_Problem statement_
Only the first line of the listing and the lines after it, up to and including the one containing "match as isUuid", should be retyped exactly.

:::

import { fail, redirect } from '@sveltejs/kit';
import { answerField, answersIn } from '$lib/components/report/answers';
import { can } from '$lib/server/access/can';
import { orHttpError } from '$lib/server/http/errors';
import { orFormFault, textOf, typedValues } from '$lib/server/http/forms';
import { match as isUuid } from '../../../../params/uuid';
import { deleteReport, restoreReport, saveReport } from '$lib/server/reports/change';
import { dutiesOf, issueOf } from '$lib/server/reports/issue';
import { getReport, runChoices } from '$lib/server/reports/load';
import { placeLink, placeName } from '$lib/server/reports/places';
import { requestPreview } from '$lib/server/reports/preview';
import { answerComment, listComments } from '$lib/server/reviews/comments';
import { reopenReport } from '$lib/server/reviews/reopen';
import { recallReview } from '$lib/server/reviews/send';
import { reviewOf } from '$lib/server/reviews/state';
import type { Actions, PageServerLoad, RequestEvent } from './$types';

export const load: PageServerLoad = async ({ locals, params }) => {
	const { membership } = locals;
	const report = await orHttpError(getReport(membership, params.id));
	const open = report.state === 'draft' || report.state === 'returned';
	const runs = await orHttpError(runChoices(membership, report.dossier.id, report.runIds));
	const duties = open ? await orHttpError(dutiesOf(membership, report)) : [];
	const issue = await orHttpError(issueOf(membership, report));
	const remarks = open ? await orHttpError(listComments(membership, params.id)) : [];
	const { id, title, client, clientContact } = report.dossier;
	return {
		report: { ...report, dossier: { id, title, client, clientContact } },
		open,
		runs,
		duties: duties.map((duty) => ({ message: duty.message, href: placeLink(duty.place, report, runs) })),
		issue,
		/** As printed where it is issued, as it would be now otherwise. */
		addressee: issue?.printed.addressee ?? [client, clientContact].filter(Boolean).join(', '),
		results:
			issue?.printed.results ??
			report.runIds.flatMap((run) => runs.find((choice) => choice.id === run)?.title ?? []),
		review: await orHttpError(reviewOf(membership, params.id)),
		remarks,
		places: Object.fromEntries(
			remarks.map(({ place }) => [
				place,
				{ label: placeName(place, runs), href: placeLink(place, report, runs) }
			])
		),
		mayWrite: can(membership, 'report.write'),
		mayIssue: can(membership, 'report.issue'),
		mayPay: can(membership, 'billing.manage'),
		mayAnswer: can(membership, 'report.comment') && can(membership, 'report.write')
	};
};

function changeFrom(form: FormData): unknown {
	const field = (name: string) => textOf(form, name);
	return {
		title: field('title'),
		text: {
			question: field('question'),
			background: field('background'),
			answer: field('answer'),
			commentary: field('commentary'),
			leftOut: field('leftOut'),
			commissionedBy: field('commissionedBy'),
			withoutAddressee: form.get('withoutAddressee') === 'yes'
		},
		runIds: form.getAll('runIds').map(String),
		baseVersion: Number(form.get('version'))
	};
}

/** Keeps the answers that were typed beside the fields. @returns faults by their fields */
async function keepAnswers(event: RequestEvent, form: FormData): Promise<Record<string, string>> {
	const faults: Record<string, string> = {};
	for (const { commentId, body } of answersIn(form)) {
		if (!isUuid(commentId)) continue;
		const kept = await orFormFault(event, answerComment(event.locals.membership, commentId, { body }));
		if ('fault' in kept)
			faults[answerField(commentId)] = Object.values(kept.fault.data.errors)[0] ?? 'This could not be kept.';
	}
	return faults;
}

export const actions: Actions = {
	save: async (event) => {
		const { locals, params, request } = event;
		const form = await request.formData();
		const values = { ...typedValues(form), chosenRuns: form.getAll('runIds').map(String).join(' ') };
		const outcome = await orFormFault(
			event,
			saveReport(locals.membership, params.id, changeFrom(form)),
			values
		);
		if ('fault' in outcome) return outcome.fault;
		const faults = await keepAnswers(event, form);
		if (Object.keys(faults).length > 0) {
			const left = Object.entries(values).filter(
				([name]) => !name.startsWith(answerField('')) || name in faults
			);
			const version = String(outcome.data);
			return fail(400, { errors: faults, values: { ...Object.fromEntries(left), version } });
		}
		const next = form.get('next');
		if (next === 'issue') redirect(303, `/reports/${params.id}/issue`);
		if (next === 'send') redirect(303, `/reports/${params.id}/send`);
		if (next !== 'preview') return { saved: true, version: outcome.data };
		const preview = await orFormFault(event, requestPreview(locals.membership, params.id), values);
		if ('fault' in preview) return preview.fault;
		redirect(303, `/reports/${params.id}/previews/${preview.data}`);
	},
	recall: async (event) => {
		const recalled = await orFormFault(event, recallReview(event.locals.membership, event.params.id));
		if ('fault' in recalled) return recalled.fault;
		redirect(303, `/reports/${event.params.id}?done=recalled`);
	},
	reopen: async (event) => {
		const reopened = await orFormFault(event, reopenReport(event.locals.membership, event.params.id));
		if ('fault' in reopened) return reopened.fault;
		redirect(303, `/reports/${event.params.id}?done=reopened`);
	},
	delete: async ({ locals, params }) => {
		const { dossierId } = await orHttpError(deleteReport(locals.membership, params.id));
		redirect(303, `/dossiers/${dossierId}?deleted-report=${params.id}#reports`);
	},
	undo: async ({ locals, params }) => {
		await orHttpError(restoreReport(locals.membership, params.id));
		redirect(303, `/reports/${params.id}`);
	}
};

:::

_Solution to the exercise_
import { fail, redirect } from '@sveltejs/kit';
import { answerField, answersIn } from '$lib/components/report/answers';
import { can } from '$lib/server/access/can';
import { orHttpError } from '$lib/server/http/errors';
import { orFormFault, textOf, typedValues } from '$lib/server/http/forms';
import { match as isUuid } from '../../../../params/uuid';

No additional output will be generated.